林岫和丁美边躲边大声尖叫,动静实在太大,惊动了在房间里睡觉的林奶奶,她披着衣服走出房间,看到客厅里的场景,喊道:“这是做什么啊,快住手,夏夏,你把拖把放下来,造孽啊,这叫什么样子啊?你们这是想气死我吗?”
林一夏看了眼林奶奶,没再继续追着林岫和丁美了,她放下拖把,“哼哧哼哧!”的喘着粗气,双眼恶狠狠的瞪着林岫和丁美,“你们要敢再乱放屁我就在拖把上涂上狗屎往你们身上扫。”
林岫和丁美狼狈极了,头发上衣服上全是拖把上的脏水,丁美边抽纸巾擦头发边大骂林一夏是个小贱人!她这头发昨天才去理发店做的,花了五十多块钱呢!心疼死她了,此刻,她想掐死林一夏的心都有。

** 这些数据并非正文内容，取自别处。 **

def implementation_lines(doc: dict, sample_time: float | None = None, top: int = _TOP) -> list[str]:
    """Short terminal text with the implementation forms of the top designs.

    Parameters
    ----------
    doc : dict
        A document from :func:`add_implementation_forms` (forms are computed
        here when it has none).
    sample_time : float, optional
        Only used when the document has no forms yet.
    top : int
        How many designs to cover (best ranks first).

    Returns
    -------
    list of str
    """
    designs = [d for d in doc.get("designs") or [] if "implementation" in d]
    if not designs and doc.get("designs"):
        doc = add_implementation_forms(doc, sample_time=sample_time)
        designs = doc.get("designs") or []
    designs = sorted(designs, key=lambda d: d.get("rank", 0))[:top]
    if not designs:
        return []
    lines = ["", "implementation forms (top designs)"]
    for d in designs:
        im = d["implementation"]
        tag = "" if d.get("feasible", True) else "  [does not meet every requirement]"
        lines.append(f"  #{d.get('rank')} {d.get('structure')}{tag}")
        lines.append(f"      C(s) = {im['factored']}")
        par, std = im.get("parallel"), im.get("standard")
        if par:
            lines.append(f"      parallel  Kp={_g(par['kp'], 6)}  Ki={_g(par['ki'], 6)}  "
                         f"Kd={_g(par['kd'], 6)}  Tf={_g(par['tf'], 6)} s")
        if std:
            lines.append(f"      standard  Kc={_g(std['kc'], 6)}  Ti={_g(std['ti'], 6, 'none')}"
                         f"{'' if std['ti'] is None else ' s'}  Td={_g(std['td'], 6)} s  "
                         f"N={_g(std['n'], 6, 'none')}")
        dz = im.get("discrete")
        if dz:
            warp = dz.get("warp_frequency")
            how = (f"Tustin pre-warped at {warp:.4g} rad/s" if warp else "Tustin")
            lines.append(f"      T = {dz['sample_time']:g} s, {how}")
            de = dz.get("difference_equation")
            if de:
                lines.append(f"      {de['text']}")
            sl = dz.get("sampled_loop")
            if sl:
                verdict = "stable" if sl["stable"] else "UNSTABLE"
                os_ = sl.get("overshoot_percent")
                lines.append(f"      sampled loop {verdict}, largest root |z| = "
                             f"{sl['spectral_radius']:.4g}"
                             + (f", overshoot {os_:.3g} %" if os_ is not None else ""))
            for w in dz.get("warnings") or []:
                lines.append(f"      {w}")
    return lines
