@dataclass(frozen=True)
class Comparison:
    """The result of :func:`compare_runs`.

    Attributes
    ----------
    runs : tuple of RunSummary
    designs : tuple of SharedDesign
        Every distinct design, in order of first appearance.
    moves : tuple of Move
        Changes between consecutive runs (run i-1 to run i), in run order,
        then by the later run's rank (dropped designs last).
    binding : tuple of Binding
        One entry per requirement set in at least one run.
    metric_changes : tuple of MetricChange
        Every design found in two consecutive runs, moved or not, in run
        order, then by the later run's rank.
    rtol, atol, binding_margin : float
        The tolerances used.
    """

    runs: tuple[RunSummary, ...]
    designs: tuple[SharedDesign, ...]
    moves: tuple[Move, ...]
    binding: tuple[Binding, ...]
    metric_changes: tuple[MetricChange, ...] = ()
    rtol: float = DEFAULT_RTOL
    atol: float = DEFAULT_ATOL
    binding_margin: float = BINDING_MARGIN

    # -- derived -----------------------------------------------------------------------------
    def ranking(self, run: int) -> list[tuple[str, bool]]:
        """``(design id, feasible)`` of run ``run`` in rank order."""
        rows = [(d.entries[run].rank, d.id, d.entries[run].feasible)
                for d in self.designs if d.entries[run] is not None]
        rows.sort(key=lambda r: (r[0], r[1]))
        return [(i, f) for _, i, f in rows]

    @property
    def identical_rankings(self) -> bool:
        """True when every run lists the same designs, in the same order, equally feasible."""
        first = self.ranking(0) if self.runs else []
        return all(self.ranking(i) == first for i in range(1, len(self.runs)))

    # -- JSON --------------------------------------------------------------------------------
    def to_json(self) -> dict:
        """The ``synth.compare/1`` document.

        Fields
        ------
        schema : ``"synth.compare/1"``
        settings : ``relative_tolerance``, ``absolute_tolerance`` (design
            matching) and ``binding_margin`` (fraction of a limit).
        runs : list, one per run: ``name``, ``tag``, ``plant``, ``requirements``
            (null when the run's JSON has none), ``designs`` and ``feasible``
            (counts), ``reference`` (id of the design the binding verdicts
            use) and ``reference_feasible``.
        designs : list, one per distinct design: ``id``, ``structure``,
            ``description``, ``compensator`` (``zeros`` and ``poles`` as
            [re, im] pairs, ``gain``; from its first occurrence) and ``runs``:
            one entry per run, null where absent, else ``rank``, ``feasible``,
            ``metrics`` (as in the design JSON) and ``violations``.
        rankings : list per run of the design ids in rank order.
        identical_rankings : bool, see :attr:`identical_rankings`.
        moves : list: ``design``, ``from_run``, ``to_run`` (run indices),
            ``kind`` (up, down, new, dropped, feasibility), ``from_rank``,
            ``to_rank`` (null where absent), ``feasible_before``,
            ``feasible_after``, ``metric_changes`` ({metric: {before, after,
            change}}; change null where a value is unbounded), ``nearest`` and
            ``nearest_difference`` (for a new design: the closest design of the
            same structure among those the earlier run had and this one lost,
            and how far apart, as a fraction; else null).
        metric_changes : list, one per design found in two consecutive runs
            (moved or not): ``design``, ``from_run``, ``to_run``,
            ``from_rank``, ``to_rank``, ``changes`` (as in ``moves``).
        binding : list: ``requirement``, ``metric``, and per run ``limits``,
            ``values``, ``statuses`` (slack, binding, violated, not set,
            unknown); ``became_binding`` and ``released`` (run indices).

        Metric values that are unbounded stay null, as in the design JSON.
        """
        return {
            "schema": SCHEMA,
            "settings": {"relative_tolerance": self.rtol, "absolute_tolerance": self.atol,
                         "binding_margin": self.binding_margin},
            "runs": [{"name": r.name, "tag": r.tag, "plant": r.plant,
                      "requirements": r.requirements, "designs": r.n_designs,
                      "feasible": r.n_feasible, "reference": r.reference,
                      "reference_feasible": r.reference_feasible} for r in self.runs],
            "designs": [{
                "id": d.id, "structure": d.structure, "description": d.description,
                "compensator": {"zeros": [[z.real, z.imag] for z in d.zeros],
                                "poles": [[p.real, p.imag] for p in d.poles],
                                "gain": d.gain},
                "runs": [None if e is None else {"rank": e.rank, "feasible": e.feasible,
                                                 "metrics": e.metrics,
                                                 "violations": list(e.violations)}
                         for e in d.entries],
            } for d in self.designs],
            "rankings": [[i for i, _ in self.ranking(k)] for k in range(len(self.runs))],
            "identical_rankings": self.identical_rankings,
            "moves": [{"design": m.design, "from_run": m.from_run, "to_run": m.to_run,
                       "kind": m.kind, "from_rank": m.from_rank, "to_rank": m.to_rank,
                       "feasible_before": m.feasible_before, "feasible_after": m.feasible_after,
                       "metric_changes": {k: {"before": a, "after": b, "change": c}
                                          for k, (a, b, c) in m.metric_changes.items()},
                       "nearest": m.nearest, "nearest_difference": m.nearest_difference}
                      for m in self.moves],
            "metric_changes": [{"design": c.design, "from_run": c.from_run, "to_run": c.to_run,
                                "from_rank": c.from_rank, "to_rank": c.to_rank,
                                "changes": {k: {"before": a, "after": b, "change": d}
                                            for k, (a, b, d) in c.changes.items()}}
                               for c in self.metric_changes],
            "binding": [{"requirement": b.requirement, "metric": b.metric,
                         "limits": list(b.limits), "values": list(b.values),
                         "statuses": list(b.statuses),
                         "became_binding": list(b.became_binding),
                         "released": list(b.released)} for b in self.binding],
        }

    # -- terminal ----------------------------------------------------------------------------
    def table_lines(self) -> list[str]:
        """The terminal account: runs, the design-by-run rank grid, moves, requirements."""
        runs = self.runs
        lines = [f"Comparing {len(runs)} design runs "
                 f"(same design: same structure, parameters within {self.rtol:.0%})"]
        for r in runs:
            label = r.plant.get("label") if isinstance(r.plant, dict) else None
            extra = f"  plant: {label}" if label else ""
            lines.append(f"  [{r.tag}] {r.name}: {r.n_designs} designs, "
                         f"{r.n_feasible} feasible{extra}")
        lines.append("")
        if not self.designs:
            lines.append("No designs in any run.")
            return lines

        # rank grid: one row per design, one column per run; '*' marks an infeasible design
        width = max(len(r.tag) for r in runs) + 2
        desc_w = min(60, max(len(d.description) for d in self.designs))
        head = f"  {'id':<4} {'design':<{desc_w}} " + " ".join(f"{r.tag:>{width}} " for r in runs)
        lines.append("Ranks (* = misses a requirement, - = absent)")
        lines.append(head)
        for d in self.designs:
            cells = []
            for e in d.entries:
                mark = " " if e is None or e.feasible else "*"
                cells.append(f"{'-' if e is None else str(e.rank):>{width}}{mark}")
            desc = d.description if len(d.description) <= desc_w else d.description[:desc_w - 3] + "..."
            lines.append(f"  {d.id:<4} {desc:<{desc_w}} " + " ".join(cells))
        lines.append("")

        if self.identical_rankings:
            lines.append("Rankings are identical in every run; no design moved.")
        elif not self.moves:
            lines.append("No design moved.")
        else:
            lines.append("Moves")
            for m in self.moves:
                a, b = runs[m.from_run].tag, runs[m.to_run].tag
                if m.kind == "new":
                    what = f"new in {b} at rank {m.to_rank}"
                    if m.nearest is not None:
                        what += (f" (closest in {a}: {m.nearest}, parameters "
                                 f"{m.nearest_difference:.0%} apart)")
                elif m.kind == "dropped":
                    what = f"dropped in {b} (was rank {m.from_rank} in {a})"
                elif m.kind == "feasibility":
                    what = f"rank {m.to_rank} in {a} and {b}"
                else:
                    steps = abs(m.to_rank - m.from_rank)
                    what = f"{m.kind} {steps}: rank {m.from_rank} in {a} -> {m.to_rank} in {b}"
                if (m.feasible_before is not None and m.feasible_after is not None
                        and m.feasible_before != m.feasible_after):
                    what += "; now feasible" if m.feasible_after else "; now misses a requirement"
                lines.append(f"  {m.design:<4} {what}")
        changed = [c for c in self.metric_changes
                   if any(k in _METRIC_ORDER and _changed(a, b)
                          for k, (a, b, _) in c.changes.items())]
        if changed:
            lines.append("")
            lines.append(f"Metric changes of designs found in consecutive runs "
                         f"(best {_TABLE_CHANGES} by rank)")
            changed.sort(key=lambda c: (c.to_run, c.to_rank))
            for c in changed[:_TABLE_CHANGES * max(1, len(runs) - 1)]:
                a, b = runs[c.from_run].tag, runs[c.to_run].tag
                parts = [f"{k} {_short(x)} -> {_short(y)}"
                         + (f" ({z:+.3g})" if z is not None else "")
                         for k, (x, y, z) in c.changes.items()
                         if k in _METRIC_ORDER and _changed(x, y)]
                lines.append(f"  {c.design:<4} {a}->{b}: " + "; ".join(parts))
        shown = [b for b in self.binding if any(s in _TIGHT for s in b.statuses)]
        if self.binding and not shown:
            lines.append("")
            lines.append("Every requirement has room at each run's top feasible design "
                         f"(more than {self.binding_margin:.0%} of its limit).")
        if shown:
            lines.append("")
            lines.append("Requirements with little or no room at each run's top feasible design")
            for b in shown:
                cells = []
                for r, lim, val, st in zip(runs, b.limits, b.values, b.statuses, strict=True):
                    if st in ("not set", "unknown"):
                        cells.append(f"{r.tag}: {st}")
                    else:
                        cells.append(f"{r.tag}: {_short(val)} vs {_short(lim)} {st}")
                line = f"  {b.requirement}: " + ", ".join(cells)
                if b.became_binding:
                    line += "  (became binding in " + ", ".join(
                        runs[i].tag for i in b.became_binding) + ")"
                lines.append(line)
        return lines


def _changed(a: Any, b: Any) -> bool:
    if a is None or b is None:
        return (a is None) != (b is None)
    return not math.isclose(a, b, rel_tol=1e-6, abs_tol=1e-12)


def _short(v: Any) -> str:
    if v is None:
        return "unbounded"
    if isinstance(v, (list, tuple)):
        return "[" + ", ".join(_short(x) if x is not None else "inf" for x in v) + "]"
    if _is_number(v):
        return f"{v:.4g}"
    return str(v)
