def _screen(problem, nc, dc, points, w, tau, prepared=None) -> dict[str, np.ndarray]:
    """Batched estimates for one compensator on each model (models of one shape stacked)."""
    from synth.verify.estimate import estimate_loops

    req = problem.requirements
    band = req.settling_band / 100.0
    ts_floor = req.limit("settling_time")
    parts: dict[str, np.ndarray] = {}
    n = len(points)
    for rows, model in (prepared if prepared is not None else _prepared(points, w)):
        k = len(rows)
        est = estimate_loops(np.tile(nc, (k, 1)), np.tile(dc, (k, 1)), model, w, tau, band,
                             ts_floor)
        for key, v in est.items():
            if key == "roots":
                continue
            if key not in parts:
                parts[key] = np.full((n, *v.shape[1:]), np.nan if v.dtype.kind == "f" else 0,
                                     dtype=v.dtype)
            parts[key][rows] = v
    return parts


def _value(est: dict[str, np.ndarray], key: str, i: int):
    """An estimate in the verdict's form (``None`` unbounded or undefined)."""
    if key == "stable_plant_gain_range":
        lo, hi = est[key][i]
        if not (np.isfinite(lo) and np.isfinite(hi)) and not est["stable"][i]:
            return None
        return [None if not lo > 0 else float(lo), None if not np.isfinite(hi) else float(hi)]
    v = float(est[key][i])
    return v if math.isfinite(v) else None


def _room(entry, limit, value, stable: bool) -> float:
    """The room a model leaves a requirement (very negative for an unstable loop)."""
    if not stable:
        return -1e6
    if value is None and entry.kind in ("upper", "lower") and entry.undefined is None:
        return 1e6
    r = entry.room(value, limit)
    return float(np.clip(r, -1e6, 1e6)) if not math.isnan(r) else -1e6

林岫也在一旁骂骂咧咧,她没想到林一夏竟然敢这样对她们。她快步走到林奶奶身边,指着自己衣服上的脏水渍说:“妈,你看,这都是你的好孙女做的好事,我和你说,汪桃母女都不是什么好东西,让哥趁早和汪桃离婚算了,我们林家可供不起这两尊大佛!”
林奶奶气的嘴唇直哆嗦,“你这是当姑姑该说的话吗?有这么盼着自己的哥哥和嫂子离婚的吗?我就不明白了,他们离婚对你有什么好处?”
林岫没想到到这个地步了,林奶奶还帮着汪桃和林一夏,她“切!”了一声道:“妈,你是不是老糊涂了?明明是我哥不要汪桃和她女儿的,你怎么老骂我啊!”
林奶奶气的脸都白了,她伸出手指着门外,说:“走,都给我走!别在这火上添油!都回自己家去!”
丁美在一旁阴阳怪气道:“算了,走吧,我算是看明白了,她们才是一家人,我们可都是外人。”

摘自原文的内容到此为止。